The Singularity Problem in Gravitational Theory. The Spherically Symmetric Case

In this work we discuss some specific features related to the concept of singularity in the gravitational theory. We give a brief review of some various definitions for singularity, then we explore some "negative" results, in the sense they are not able to reproduce, in general, a regular solution. We present some of these approaches, namely the non-commutative geometry; the Non-Linear Electrodynamics; and the conformal approach. We later generalize these results into a no-go theorem, which is actually a fully original result. In the second part of this work, we discuss some working examples of regular solutions: we present three of them already present in literature (non-minimal Yang-Mills coupling, mimetic field approach and non-polynomial gravity), then we use such results to build up a model of a regular cosmological solution.

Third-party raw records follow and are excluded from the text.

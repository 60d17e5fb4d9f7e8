import { linearRegression } from 'simple-statistics';
import { describe, expect, it } from 'vitest';
import { fitRateLaw } from './fit-rate-law.ts';
import { OUTLIER_THRESHOLD, residualDiagnostics } from './residual-diagnostics.ts';

// A zero-order law that stays above 0 is a straight line, so its diagnostics must equal the textbook
// ordinary-least-squares ones: hᵢ = 1/n + (tᵢ − t̄)²/Sₜₜ, and the externally studentised residual
// eᵢ/(s₍ᵢ₎·√(1 − hᵢ)) with s₍ᵢ₎ from the fit without point i (Belsley, Kuh & Welsch 1980, from memory).
const times = [0, 1, 2, 3, 4, 5, 6, 7];
const values = [100.2, 98.1, 96.3, 93.8, 92.4, 89.6, 88.3, 85.9];

describe('residualDiagnostics on a straight line (zero order) against OLS formulas and leave-one-out refits', () => {
  const fit = fitRateLaw(0, times, values, 'constant', { initialValue: 100, rateConstant: 2 });
  const diagnostics = residualDiagnostics(fit, times, values);

  it('leverage equals 1/n + (t − t̄)²/Sₜₜ', () => {
    const mean = 3.5;
    const sxx = times.reduce((s, t) => s + (t - mean) ** 2, 0);
    diagnostics.points.forEach((point, i) => {
      expect(point.leverage!).toBeCloseTo(1 / 8 + (times[i]! - mean) ** 2 / sxx, 10);
    });
  });

  it('externally studentised residuals equal eᵢ/(s₍ᵢ₎√(1 − hᵢ)) from simple-statistics refits without point i', () => {
    diagnostics.points.forEach((point, i) => {
      const rest = times.map((t, j) => [t, values[j]!] as [number, number]).filter((_, j) => j !== i);
      const line = linearRegression(rest);
      const rss = rest.reduce((s, [t, v]) => s + (v - line.b - line.m * t) ** 2, 0);
      const sWithout = Math.sqrt(rss / (rest.length - 2));
      const expected = point.residual! / (sWithout * Math.sqrt(1 - point.leverage!));
      expect(point.externallyStudentised!).toBeCloseTo(expected, 8);
    });
  });

  it('a planted outlier is flagged above the threshold and kept (never excluded)', () => {
    const spoiled = [...values];
    spoiled[4] = 82;
    const spoiledFit = fitRateLaw(0, times, spoiled, 'constant', { initialValue: 100, rateConstant: 2 });
    const result = residualDiagnostics(spoiledFit, times, spoiled);
    expect(result.possibleOutliers).toEqual([4]);
    expect(Math.abs(result.points[4]!.externallyStudentised!)).toBeGreaterThan(OUTLIER_THRESHOLD);
    expect(result.points).toHaveLength(8);
  });

  it('proportional error reports residuals on the ln scale', () => {
    const positive = fitRateLaw(1, times, values, 'proportional', { initialValue: 100, rateConstant: 0.02 });
    const result = residualDiagnostics(positive, times, values);
    expect(result.residualScale).toBe('ln(value)');
    expect(result.points[0]!.residual!).toBeCloseTo(
      Math.log(values[0]!) - Math.log(result.points[0]!.fitted!),
      12,
    );
  });
});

Its generating mechanism and its main features are described, replacing the Big Bang with a bounce; the inflationary behavior at large time is also recovered. In the following two chapters, we present some different schemes to build regular solutions from the coupling between gravity and a scalar field. In particular, in chapter 7, we use a minimal coupling, while in chapter 8 we find some sufficient (though not necessary) conditions to build a regular solution, within the framework of the Horndeski theory. In both cases we are not able to find explicit results. In the ninth chapter we discuss a model of a regular black hole, coupling gravity with some fluid: in this case, an exact solution is found. We prove it is regular and we show some of its general features; we also discuss the time-dependent case, although we are only able to discuss its asymptotic behavior. We also discuss some of its problems, mainly due to instability. In the appendices we try to extend the no-go theorem to $F(R)$ theories and try to solve the instabilities of the fluid approach respectively.